Networking is a valuable tool in growing a donor network, but the way that we did it made it much slower than we expected. We believe that other forms of networking could be more effective in spreading the idea of evidence based giving, given time and experiments with different approaches.
One benefit of networking was that it allowed us to meet quite a few people who were interested in Charity Science, many of whom later donated during the event and birthday fundraisers. We also gained many side benefits that cannot easily be quantified, such as volunteers, presentation audiences, and guest blog posts.
We found that although our ability to predict which events would have people who were interested in effective giving was quite good, our ability to predict which individuals would give or volunteer was quite poor. Due to this we are more inclined to follow a broader outreach strategy and not focus as much on individuals who seem promising but have not yet made a donation.
Another conclusion we came to was that networking by itself was not a catalyst for donations. We needed some sort of ‘ask event’ for them to connect with Charity Science and make a donation. (e.g. the Charity Science Walk).
We also found that connecting to our personal pre-existing network was extremely time effective, as most of these people already had a strong personal connection to us. However this approach is not scalable and thus will not be our focus while we try to grow.
How this experience has changed our view on networking
We feel that in the future we need a more consistent and slightly modified strategy, which connects people to Charity Science rather than us as individuals, and which is substantially more time-effective. Nonetheless, we think that our previous view that networking leads to a wide variety of subtle and scattered benefits is still true.
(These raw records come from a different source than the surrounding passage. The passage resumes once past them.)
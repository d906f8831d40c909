import { Link } from "react-router";
import { ButtonLink } from "~/components/Button";
import { Card } from "~/components/Card";
import { EmptyState } from "~/components/EmptyState";
import { PracticeCare } from "~/components/PracticeCare";
import { dayLabel, pretty } from "~/lib/noteText";
import { TakesTable, type TakeRow } from "./TakesTable";
import { WeeklyChart, type WeekFigures } from "./WeeklyChart";

export type DueExercise = { id: string; title: string; keys: string[]; dueDate: string | null; progression: string; tempo: number | null };

/** "due today", "due in 3 days", "2 days overdue" against the studio's today (YYYY-MM-DD). */
export function dueWords(dueDate: string, today: string): string {
  const days = Math.round((Date.parse(`${dueDate}T00:00:00Z`) - Date.parse(`${today}T00:00:00Z`)) / 86_400_000);
  if (days === 0) return "due today";
  if (days === 1) return "due tomorrow";
  if (days > 1) return `due in ${days} days`;
  return days === -1 ? "1 day overdue" : `${-days} days overdue`;
}

function ExerciseItem({ exercise, today }: { exercise: DueExercise; today: string }) {
  const overdue = exercise.dueDate !== null && exercise.dueDate < today;
  const key = exercise.keys[0];
  return (
    <li className="flex flex-wrap items-center justify-between gap-3 py-3">
      <div className="min-w-0">
        <p className="font-semibold">{exercise.title}</p>
        <p className="text-sm text-ink-soft">
          <span className="font-mono text-ink">{pretty(exercise.progression)}</span>
          {exercise.keys.length ? ` · in ${exercise.keys.map(pretty).join(", ")}` : ""}
          {exercise.tempo ? ` · ♩ = ${exercise.tempo}` : ""}
        </p>
      </div>
      <div className="flex items-center gap-3">
        {exercise.dueDate ? (
          <span
            className={`rounded px-2 py-0.5 text-xs font-semibold ${overdue ? "bg-brick-pale text-brick" : "bg-tide-pale text-tide-dark"}`}
          >
            {dueWords(exercise.dueDate, today)} · {dayLabel(`${exercise.dueDate}T00:00:00Z`)}
          </span>
        ) : null}
        <ButtonLink to={`/takes/new?exercise=${exercise.id}${key ? `&key=${encodeURIComponent(key)}` : ""}`} variant="secondary">
          Upload a take<span className="sr-only"> of {exercise.title}</span>
        </ButtonLink>
      </div>
    </li>
  );
}

/** A student's home: what is due, the latest takes, and how the weeks are going. */
export function StudentHome({
  exercises,
  takes,
  weeks,
  today,
}: {
  exercises: DueExercise[];
  takes: TakeRow[];
  weeks: WeekFigures[];
  today: string;
}) {
  const dated = exercises.filter((e) => e.dueDate !== null).sort((a, b) => a.dueDate!.localeCompare(b.dueDate!));
  const open = exercises.filter((e) => e.dueDate === null);
  return (
    <div className="flex flex-col gap-6">
      <Card title="Due exercises" actions={<ButtonLink to="/takes/new">Upload takes</ButtonLink>}>
        {exercises.length === 0 ? (
          <p className="text-sm text-ink-soft">
            Your teacher has not set an exercise yet. Free practice takes are welcome in the meantime.
          </p>
        ) : (
          <ul className="divide-y divide-line">
            {[...dated, ...open].map((e) => (
              <ExerciseItem key={e.id} exercise={e} today={today} />
            ))}
          </ul>
        )}
      </Card>

      <Card title="Week by week">
        {weeks.length === 0 ? (
          <p className="text-sm text-ink-soft">Your smoothness and score appear here by week once a take is analysed.</p>
        ) : (
          <WeeklyChart weeks={weeks} />
        )}
        <p className="mt-3 text-xs text-ink-soft">
          Smoothness is the motion you could have had over the motion you played, summed over the week.{" "}
          <Link to="/privacy" className="underline">
            What Nearnote keeps
          </Link>
        </p>
      </Card>

      <Card title="Latest takes">
        {takes.length === 0 ? (
          <EmptyState title="No takes yet" action={<ButtonLink to="/takes/new">Upload your first take</ButtonLink>}>
            Record a few passes of your exercise as MIDI and upload them: Nearnote goes through every chord change and shows what could move
            less.
          </EmptyState>
        ) : (
          <TakesTable takes={takes} />
        )}
      </Card>

      <PracticeCare />
    </div>
  );
}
Networking raised $9,680, the vast majority of which came from our pre-existing networks. We suspect that the donors will continue to support evidence-based charities, creating a higher net return over time. We also suspect that a large amount of the donations (more than half) raised by our personal birthday fundraisers and the event were due to networking.
Total networking events attended and hosted
We went to around 65 events of all different forms. We hosted around 10 events (excluding the Charity Science Walk).
Estimated time and money spent
We estimate that we spent around $500-$1,000, not including staff costs, on both hosting (excluding the Charity Science Walk) and attending events (including traveling costs).
We estimate that we spent around 40%-50% of our time over 6 months on networking, communications related networking, and networking related research, planning etc. This means that it took about 3 months of full time work.